The result of the join is stored as an array in the field specified by as. If no match is found, the array will be empty (it’s a left outer join).

Example: Join subprojects with their parent projects

Using the sample data:

db.subprojects.aggregate([
  {
    $match: {
      appliedResearch: { $gt: 10 }
    }
  },
  {
    $lookup: {
      from: "projects",
      localField: "project_id",
      foreignField: "_id",
      as: "project"
    }
  },
  {
    $unwind: "$project"     // convert single-element array to object
  },
  {
    $project: {
      _id: 0,
      title: 1,
      appliedResearch: 1,
      focusResearch: 1,
      project: 1
    }
  },
  { $sort: { title: 1 } },
  { $out: "subprojectReport" }
]);

What happens step by step:

subprojects          $lookup             $unwind           $project
┌────────-──┐    ┌──────────────────┐  ┌──────────────┐  ┌────────────┐
│ title     │    │ title            │  │ title        │  │ title      │
│ project_id│───▶│ project_id       │─▶│ project: {   │─▶│ project:{} │
│           │    │ project: [...]   │  │   title,type │  │ applied... │
└─────────-─┘    └──────────────────┘  │ }            │  └────────────┘
                                       └──────────────┘

Tip: After $lookup, the result is always an array.
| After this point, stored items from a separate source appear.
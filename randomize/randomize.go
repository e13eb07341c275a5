// Package randomize turns a plan and a seed into a layout: which unit gets
// which treatment. The algorithm is fixed and documented so that anyone can
// re-derive a layout from the recorded plan, with this package or without
// it; the same seed gives the same layout in every release.
//
// # Algorithm "allot-pcg-v1"
//
//  1. Streams. For block b (1-based; a completely randomised plan is one
//     block, b = 1) the stream seed is z_b = mix(seed + b·γ) with
//     γ = 0x9E3779B97F4A7C15 and mix the SplitMix64 finaliser
//     (Steele, Lea and Flood 2014, "Fast splittable pseudorandom number
//     generators", OOPSLA '14):
//     z ^= z >> 30; z *= 0xBF58476D1CE4E5B9; z ^= z >> 27;
//     z *= 0x94D049BB133111EB; z ^= z >> 31 (all arithmetic mod 2^64).
//     The stream is golang.org/x/exp/rand's PCGSource seeded with z_b
//     (PCG XSL RR 128/64, O'Neill 2014): the 128-bit state starts as
//     z_b·(2^64 + 1) (both 64-bit words equal to z_b); each draw sets
//     s = s·M + C mod 2^128, with M = 47026247687942121848144207491837523525
//     and C = 117397592171526113268558934119004209487, and returns
//     rotr64(hi ⊕ lo, hi >> 58), hi and lo the state's upper and lower words.
//     testdata/reference/allot_pcg_v1.py re-implements the whole algorithm
//     from this description, and the tests compare the two.
//  2. Bounded integers. A uniform integer in [0, n) is drawn by rejection:
//     with t = 2^64 mod n, draw 64-bit x until x ≥ t, then return x mod n
//     (no modulo bias).
//  3. Shuffle. The block's treatment list is built in plan order, treatment
//     i repeated Reps[i] times. For i from len−1 down to 1, draw j uniform in
//     [0, i] and swap entries i and j (Fisher and Yates; Durstenfeld 1964,
//     CACM 7(7) 420). Entry k then goes to position k+1 of the block.
//  4. Unit lists. A block of a given unit list holds its units in list
//     order (position k+1 is the block's k-th unit). For a randomised
//     complete block design with nt treatments and a block of s = q·nt + r
//     units, the treatment list is q copies of each treatment in plan order
//     followed by the first r entries of a Fisher–Yates shuffle of
//     0..nt−1 drawn from the block's stream; the list is then shuffled by
//     step 3, continuing the same stream.
//  5. Measurement order (Plan.Order). Block b's order comes from stream
//     2^32 + b: the list 1..s is shuffled by step 3 and entry k is the rank
//     in which the unit at position k+1 is measured.
//  6. Blind codes (Plan.Blind). From stream 2^33, each treatment in plan
//     order gets three characters drawn uniformly (step 2) from the
//     alphabet "ACDEFHJKMNPRTUVWXY3479", which leaves out characters that
//     are easily misread for each other (0/O/D… are reduced to one; 1, I,
//     L; 2, Z; 5, S; 6, G; 8, B); a code equal to an earlier one is
//     drawn again.
//
// Rejected alternatives: one stream for all blocks would make each block's
// layout depend on the sizes of the blocks before it, so a plan with one
// more block would reshuffle all later ones; math/rand's Intn is not
// guaranteed stable across Go releases.
package randomize

import (
	crand "crypto/rand"
	"encoding/binary"
	"fmt"

	"github.com/allotproject/allot/design"

	//lint:ignore SA1019 allot-pcg-v1 is defined by this package's PCG stream; go.mod pins it
	"golang.org/x/exp/rand"
)

// Generator names the algorithm above; plans record it.
const Generator = "allot-pcg-v1"

const gamma = 0x9E3779B97F4A7C15

// mix is the SplitMix64 finaliser.
func mix(z uint64) uint64 {
	z ^= z >> 30
	z *= 0xBF58476D1CE4E5B9
	z ^= z >> 27
	z *= 0x94D049BB133111EB
	z ^= z >> 31
	return z
}

// Stream returns the random source of stream b for seed (step 1).
func Stream(seed, b uint64) *rand.PCGSource {
	src := &rand.PCGSource{}
	src.Seed(mix(seed + b*gamma))
	return src
}

// Bounded returns a uniform integer in [0, n) from src (step 2). It panics
// for n == 0.
func Bounded(src rand.Source, n uint64) uint64 {
	if n == 0 {
		panic("randomize: Bounded with n == 0")
	}
	t := -n % n
	for {
		if x := src.Uint64(); x >= t {
			return x % n
		}
	}
}

// Shuffle permutes s in place by Fisher–Yates with draws from src (step 3).
func Shuffle(src rand.Source, s []int) {
	for i := len(s) - 1; i > 0; i-- {
		j := Bounded(src, uint64(i+1))
		s[i], s[j] = s[j], s[i]
	}
}

// NewSeed draws a seed from the operating system's random source, for plans
// that do not give one.
func NewSeed() (uint64, error) {
	var b [8]byte
	if _, err := crand.Read(b[:]); err != nil {
		return 0, fmt.Errorf("drawing a seed: %w", err)
	}
	return binary.LittleEndian.Uint64(b[:]), nil
}

// Stream offsets of steps 5 and 6.
const (
	orderStream = 1 << 32
	codeStream  = 1 << 33
)

// CodeAlphabet is the alphabet of blind codes (step 6).
const CodeAlphabet = "ACDEFHJKMNPRTUVWXY3479"

// CodeLength is the number of characters of a blind code.
const CodeLength = 3

// Assign lays out the plan with its seed. The plan must be valid; its
// Generator must be empty or Generator, and is set to Generator.
func Assign(p design.Plan) (design.Layout, error) {
	if p.Generator == "" {
		p.Generator = Generator
	}
	if p.Generator != Generator {
		return design.Layout{}, fmt.Errorf("plan asks for generator %q; this version of allot implements %q", p.Generator, Generator)
	}
	if err := p.Validate(); err != nil {
		return design.Layout{}, err
	}
	nt := len(p.Reps)
	sizes := p.BlockSizes()
	byBlock := make([][]design.UnitSpec, p.Blocks+1)
	for _, u := range p.Units {
		byBlock[u.Block] = append(byBlock[u.Block], u)
	}
	units := make([]design.Unit, 0, p.NumUnits())
	for b := 1; b <= p.Blocks; b++ {
		size := sizes[b-1]
		src := Stream(p.Seed, uint64(b))
		slots := make([]int, 0, size)
		if p.Units != nil && p.Design == design.RCBD {
			for q := 0; q < size/nt; q++ {
				for t := 0; t < nt; t++ {
					slots = append(slots, t)
				}
			}
			if r := size % nt; r > 0 {
				extra := make([]int, nt)
				for t := range extra {
					extra[t] = t
				}
				Shuffle(src, extra)
				slots = append(slots, extra[:r]...)
			}
		} else {
			for t, r := range p.Reps {
				for k := 0; k < r; k++ {
					slots = append(slots, t)
				}
			}
		}
		Shuffle(src, slots)
		var order []int
		if p.Order {
			order = make([]int, size)
			for k := range order {
				order[k] = k + 1
			}
			Shuffle(Stream(p.Seed, orderStream+uint64(b)), order)
		}
		for k, t := range slots {
			u := design.Unit{Block: b, Position: k + 1, Treatment: t}
			if p.Units != nil {
				u.ID = byBlock[b][k].ID
			} else {
				u.ID = design.UnitID(b, k+1, size)
			}
			if p.Grid != nil {
				u.Row, u.Col = p.Grid.Place(k + 1)
			}
			if order != nil {
				u.Order = order[k]
			}
			units = append(units, u)
		}
	}
	l := design.Layout{Plan: p, Units: units}
	if p.Blind {
		l.Codes = Codes(p.Seed, nt)
	}
	if err := l.Check(); err != nil {
		panic("randomize: layout breaks its invariants: " + err.Error())
	}
	return l, nil
}

// Codes returns n distinct blind codes from seed (step 6).
func Codes(seed uint64, n int) []string {
	src := Stream(seed, codeStream)
	seen := map[string]bool{}
	out := make([]string, 0, n)
	for len(out) < n {
		b := make([]byte, CodeLength)
		for i := range b {
			b[i] = CodeAlphabet[Bounded(src, uint64(len(CodeAlphabet)))]
		}
		if c := string(b); !seen[c] {
			seen[c] = true
			out = append(out, c)
		}
	}
	return out
}

// Difference is a unit whose recorded assignment differs from the one the
// plan and seed give.
type Difference struct {
	Unit     string
	Recorded string // "block 2, position 3, treatment B" (or "missing")
	Derived  string
}

// Verify re-derives the layout from l's plan and seed and returns every
// unit that differs (nil when the layout matches).
func Verify(l design.Layout) ([]Difference, error) {
	d, err := Assign(l.Plan)
	if err != nil {
		return nil, err
	}
	describe := func(lay design.Layout, u design.Unit) string {
		s := fmt.Sprintf("block %d, position %d, treatment %s", u.Block, u.Position, lay.Plan.Treatments()[u.Treatment].Name)
		if u.Order > 0 {
			s += fmt.Sprintf(", order %d", u.Order)
		}
		if lay.Plan.Blind {
			s += ", code " + lay.Label(u)
		}
		return s
	}
	rec := map[string]design.Unit{}
	for _, u := range l.Units {
		rec[u.ID] = u
	}
	var diffs []Difference
	for _, u := range d.Units {
		r, ok := rec[u.ID]
		switch {
		case !ok:
			diffs = append(diffs, Difference{Unit: u.ID, Recorded: "missing", Derived: describe(d, u)})
		case r.Treatment < 0 || r.Treatment >= len(l.Plan.Reps):
			diffs = append(diffs, Difference{Unit: u.ID, Recorded: fmt.Sprintf("treatment index %d", r.Treatment), Derived: describe(d, u)})
		case describe(l, r) != describe(d, u):
			diffs = append(diffs, Difference{Unit: u.ID, Recorded: describe(l, r), Derived: describe(d, u)})
		}
		delete(rec, u.ID)
	}
	for id := range rec {
		diffs = append(diffs, Difference{Unit: id, Recorded: describe(l, rec[id]), Derived: "not in the plan"})
	}
	return diffs, nil
}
Use $unwind to “unwrap” it if you expect exactly one matching document.

Output:

{
  title: "ERP SAP",
  appliedResearch: 20,
  focusResearch: 80,
  project: {
    _id: ObjectId("...1"),
    title: "Production Planning Systems",
    type: "REQUEST_PROJECT",
    reviews: [4, 4, 3, 3, 4],
    fundings: [...]
  }
}
// ... more documents

Form 2: Subquery Pipeline

For more complex joins, you can run a full pipeline on the target collection. This lets you filter, project, and transform the joined data.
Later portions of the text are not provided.